=== DATASET EXCERPTS ===

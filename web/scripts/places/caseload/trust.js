/** How far to trust the projection: against what happened, and where its bands come from. */
import { backTestFan } from '../../charts/back_test.js';
import { partsBars } from '../../charts/parts_bars.js';
import { answerBlock } from '../../parts/answer.js';
import { choiceRow, numberField } from '../../parts/choices.js';
import { h } from '../../parts/element.js';
import { figure } from '../../parts/figure.js';
import { live } from '../../parts/live.js';
import { cautionList } from '../../parts/said.js';
import { table } from '../../parts/table.js';
import { bandColumns } from './bands.js';
import { setting, settingFaults } from './request.js';

const FARTHEST_BACK = 10;
const LEVELS = ['p50', 'p80', 'p95'];
const PARTS = ['inflow', 'leaving', 'chance'];

/** @param {import('../../app.js').App} app */
export function backTestBlock(app) {
  return answerBlock(app, {
    id: 'back-test',
    title: 'back-test-title',
    choices: live(app, ({ caseload }) => caseload.backYears, ({ caseload }) => {
      const { say } = app.words;
      return [choiceRow(numberField({
        id: 'back-years', label: say('back-years'), value: caseload.backYears, least: 1, greatest: FARTHEST_BACK, step: 1,
        fault: backYearsAreFine(caseload.backYears) ? null : say('fault-whole-between', { least: 1, greatest: FARTHEST_BACK }),
        onchange: (backYears) => app.store.amend('caseload', { backYears }),
      }))];
    }),
    ask: ({ cohort, caseload }) => (cohort && backYearsAreFine(caseload.backYears)
      ? { task: 'caseload.back_test', request: { back_years: caseload.backYears, damping: caseload.basis === 'trend' ? dampingOf(caseload) : null } } : null),
    draw: (answer) => drawBackTest(app, answer),
  });
}

/** The back-test follows the basis chosen above where that is the trend. */
function dampingOf(caseload) {
  return settingFaults(caseload).damping ? null : caseload.damping;
}

function backYearsAreFine(years) {
  return Number.isInteger(years) && years >= 1 && years <= FARTHEST_BACK;
}

function drawBackTest(app, answer) {
  const { say, count, day, percent } = app.words;
  const { band, seen } = answer.path.at(-1);
  const inside = seen >= band.p95[0] && seen <= band.p95[1];
  const yes = (held) => say(held ? 'yes' : 'no');
  const monthly = answer.path.filter(({ month }) => month % 3 === 0);
  return [
    h('p', { class: 'sentence' }, say(inside ? 'back-test-held' : 'back-test-missed', {
      origin: day(answer.origin), ends: day(answer.closing_date), value: count(band.value), lower: count(band.p95[0]), upper: count(band.p95[1]), seen: count(seen),
    })),
    h('p', {}, say('back-test-flows', {
      newcomers: count(answer.newcomers.band.value), seen_newcomers: count(answer.newcomers.seen), leaving: count(answer.leaving.band.value), seen_leaving: count(answer.leaving.seen),
    })),
    figure(app, {
      name: 'back-test', title: say('back-test-figure', { origin: day(answer.origin) }), described: say('back-test-described'),
      draw: (width) => backTestFan(answer.path, { width, words: app.words }),
      data: table(app, {
        name: 'back-test', caption: say('back-test-path-caption'), rows: monthly,
        columns: [
          { heading: say('on-day'), show: (row) => day(row.ends), text: true },
          ...bandColumns(app, say('projected'), (row) => row.band),
          { heading: say('seen'), show: (row) => count(row.seen), full: (row) => row.seen },
        ],
      }),
    }),
    h('p', { class: 'sentence' }, say('back-tests-sentence', { count: answer.tests.length, held: answer.tests_held.p95, held80: answer.tests_held.p80 })),
    table(app, {
      name: 'back-tests', caption: say('back-tests-caption', { ends: day(answer.closing_date) }), rows: answer.tests,
      note: say('back-tests-note', { p50: percent(answer.months_held.p50, 0), p80: percent(answer.months_held.p80, 0), p95: percent(answer.months_held.p95, 0) }),
      columns: [
        { heading: say('projected-on'), show: (row) => day(row.origin), text: true },
        ...bandColumns(app, say('projected'), (row) => row.band),
        { heading: say('seen'), show: (row) => count(row.seen), full: (row) => row.seen },
        ...LEVELS.map((level) => ({ heading: say(`held-${level}`), show: (row) => yes(row.held[level]), text: true })),
      ],
    }),
    cautionList(app, answer.cautions),
    h('p', { class: 'method' }, say(answer.trend ? 'back-test-method-trend' : 'back-test-method')),
  ];
}

/** @param {import('../../app.js').App} app */
export function partsBlock(app) {
  return answerBlock(app, {
    id: 'parts',
    title: 'parts-title',
    ask: (state) => {
      const request = setting(state);
      return request && { task: 'caseload.parts', request };
    },
    draw: (answer) => drawParts(app, answer),
  });
}

function drawParts(app, { years }) {
  const { say, percent, day } = app.words;
  const last = years.at(-1);
  const most = PARTS.reduce((a, b) => (last[b] > last[a] ? b : a));
  const parts = PARTS.map((part) => ({ part, label: say(`part-${part}`) }));
  return [
    h('p', { class: 'sentence' }, say('parts-sentence', { ends: day(last.ends), part: say(`part-${most}`), share: percent(last[most], 0) })),
    figure(app, {
      name: 'parts', title: say('parts-figure'), described: say('parts-described'),
      draw: (width) => partsBars(years, parts, { width, words: app.words }),
    }),
    table(app, {
      name: 'parts', caption: say('parts-caption'), rows: years,
      columns: [
        { heading: say('year-to'), show: (row) => day(row.ends), text: true },
        ...PARTS.map((part) => ({ heading: say(`part-${part}`), show: (row) => percent(row[part], 0), full: (row) => row[part] })),
      ],
    }),
    h('p', { class: 'method' }, say('parts-method')),
  ];
}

===

YOUR GOAL: Copy every entry exactly, missing none.

WRITTEN SOLUTION:
filename web/scripts/places/caseload/trust.js
/** How far to trust the projection: against what happened, and where its bands come from. */
import { backTestFan } from '../../charts/back_test.js';
import { partsBars } from '../../charts/parts_bars.js';
import { answerBlock } from '../../parts/answer.js';
import { choiceRow, numberField } from '../../parts/choices.js';
import { h } from '../../parts/element.js';
import { figure } from '../../parts/figure.js';
import { live } from '../../parts/live.js';
import { cautionList } from '../../parts/said.js';
import { table } from '../../parts/table.js';
import { bandColumns } from './bands.js';
import { setting, settingFaults } from './request.js';

const FARTHEST_BACK = 10;
const LEVELS = ['p50', 'p80', 'p95'];
const PARTS = ['inflow', 'leaving', 'chance'];

/** @param {import('../../app.js').App} app */
export function backTestBlock(app) {
  return answerBlock(app, {
    id: 'back-test',
    title: 'back-test-title',
    choices: live(app, ({ caseload }) => caseload.backYears, ({ caseload }) => {
      const { say } = app.words;
      return [choiceRow(numberField({
        id: 'back-years', label: say('back-years'), value: caseload.backYears, least: 1, greatest: FARTHEST_BACK, step: 1,
        fault: backYearsAreFine(caseload.backYears) ? null : say('fault-whole-between', { least: 1, greatest: FARTHEST_BACK }),
        onchange: (backYears) => app.store.amend('caseload', { backYears }),
      }))];
    }),
    ask: ({ cohort, caseload }) => (cohort && backYearsAreFine(caseload.backYears)
      ? { task: 'caseload.back_test', request: { back_years: caseload.backYears, damping: caseload.basis === 'trend' ? dampingOf(caseload) : null } } : null),
    draw: (answer) => drawBackTest(app, answer),
  });
}

/** The back-test follows the basis chosen above where that is the trend. */
function dampingOf(caseload) {
  return settingFaults(caseload).damping ? null : caseload.damping;
}

function backYearsAreFine(years) {
  return Number.isInteger(years) && years >= 1 && years <= FARTHEST_BACK;
}

function drawBackTest(app, answer) {
  const { say, count, day, percent } = app.words;
  const { band, seen } = answer.path.at(-1);
  const inside = seen >= band.p95[0] && seen <= band.p95[1];
  const yes = (held) => say(held ? 'yes' : 'no');
  const monthly = answer.path.filter(({ month }) => month % 3 === 0);
  return [
    h('p', { class: 'sentence' }, say(inside ? 'back-test-held' : 'back-test-missed', {
      origin: day(answer.origin), ends: day(answer.closing_date), value: count(band.value), lower: count(band.p95[0]), upper: count(band.p95[1]), seen: count(seen),
    })),
    h('p', {}, say('back-test-flows', {
      newcomers: count(answer.newcomers.band.value), seen_newcomers: count(answer.newcomers.seen), leaving: count(answer.leaving.band.value), seen_leaving: count(answer.leaving.seen),
    })),
    figure(app, {
      name: 'back-test', title: say('back-test-figure', { origin: day(answer.origin) }), described: say('back-test-described'),
      draw: (width) => backTestFan(answer.path, { width, words: app.words }),
      data: table(app, {
        name: 'back-test', caption: say('back-test-path-caption'), rows: monthly,
        columns: [
          { heading: say('on-day'), show: (row) => day(row.ends), text: true },
          ...bandColumns(app, say('projected'), (row) => row.band),
          { heading: say('seen'), show: (row) => count(row.seen), full: (row) => row.seen },
        ],
      }),
    }),
    h('p', { class: 'sentence' }, say('back-tests-sentence', { count: answer.tests.length, held: answer.tests_held.p95, held80: answer.tests_held.p80 })),
    table(app, {
      name: 'back-tests', caption: say('back-tests-caption', { ends: day(answer.closing_date) }), rows: answer.tests,
      note: say('back-tests-note', { p50: percent(answer.months_held.p50, 0), p80: percent(answer.months_held.p80, 0), p95: percent(answer.months_held.p95, 0) }),
      columns: [
        { heading: say('projected-on'), show: (row) => day(row.origin), text: true },
        ...bandColumns(app, say('projected'), (row) => row.band),
        { heading: say('seen'), show: (row) => count(row.seen), full: (row) => row.seen },
        ...LEVELS.map((level) => ({ heading: say(`held-${level}`), show: (row) => yes(row.held[level]), text: true })),
      ],
    }),
    cautionList(app, answer.cautions),
    h('p', { class: 'method' }, say(answer.trend ? 'back-test-method-trend' : 'back-test-method')),
  ];
}

/** @param {import('../../app.js').App} app */
export function partsBlock(app) {
  return answerBlock(app, {
    id: 'parts',
    title: 'parts-title',
    ask: (state) => {
      const request = setting(state);
      return request && { task: 'caseload.parts', request };
    },
    draw: (answer) => drawParts(app, answer),
  });
}

function drawParts(app, { years }) {
  const { say, percent, day } = app.words;
  const last = years.at(-1);
  const most = PARTS.reduce((a, b) => (last[b] > last[a] ? b : a));
  const parts = PARTS.map((part) => ({ part, label: say(`part-${part}`) }));
  return [
    h('p', { class: 'sentence' }, say('parts-sentence', { ends: day(last.ends), part: say(`part-${most}`), share: percent(last[most], 0) })),
    figure(app, {
      name: 'parts', title: say('parts-figure'), described: say('parts-described'),
      draw: (width) => partsBars(years, parts, { width, words: app.words }),
    }),
    table(app, {
      name: 'parts', caption: say('parts-caption'), rows: years,
      columns: [
        { heading: say('year-to'), show: (row) => day(row.ends), text: true },
        ...PARTS.map((part) => ({ heading: say(`part-${part}`), show: (row) => percent(row[part], 0), full: (row) => row[part] })),
      ],
    }),
    h('p', { class: 'method' }, say('parts-method')),
  ];
}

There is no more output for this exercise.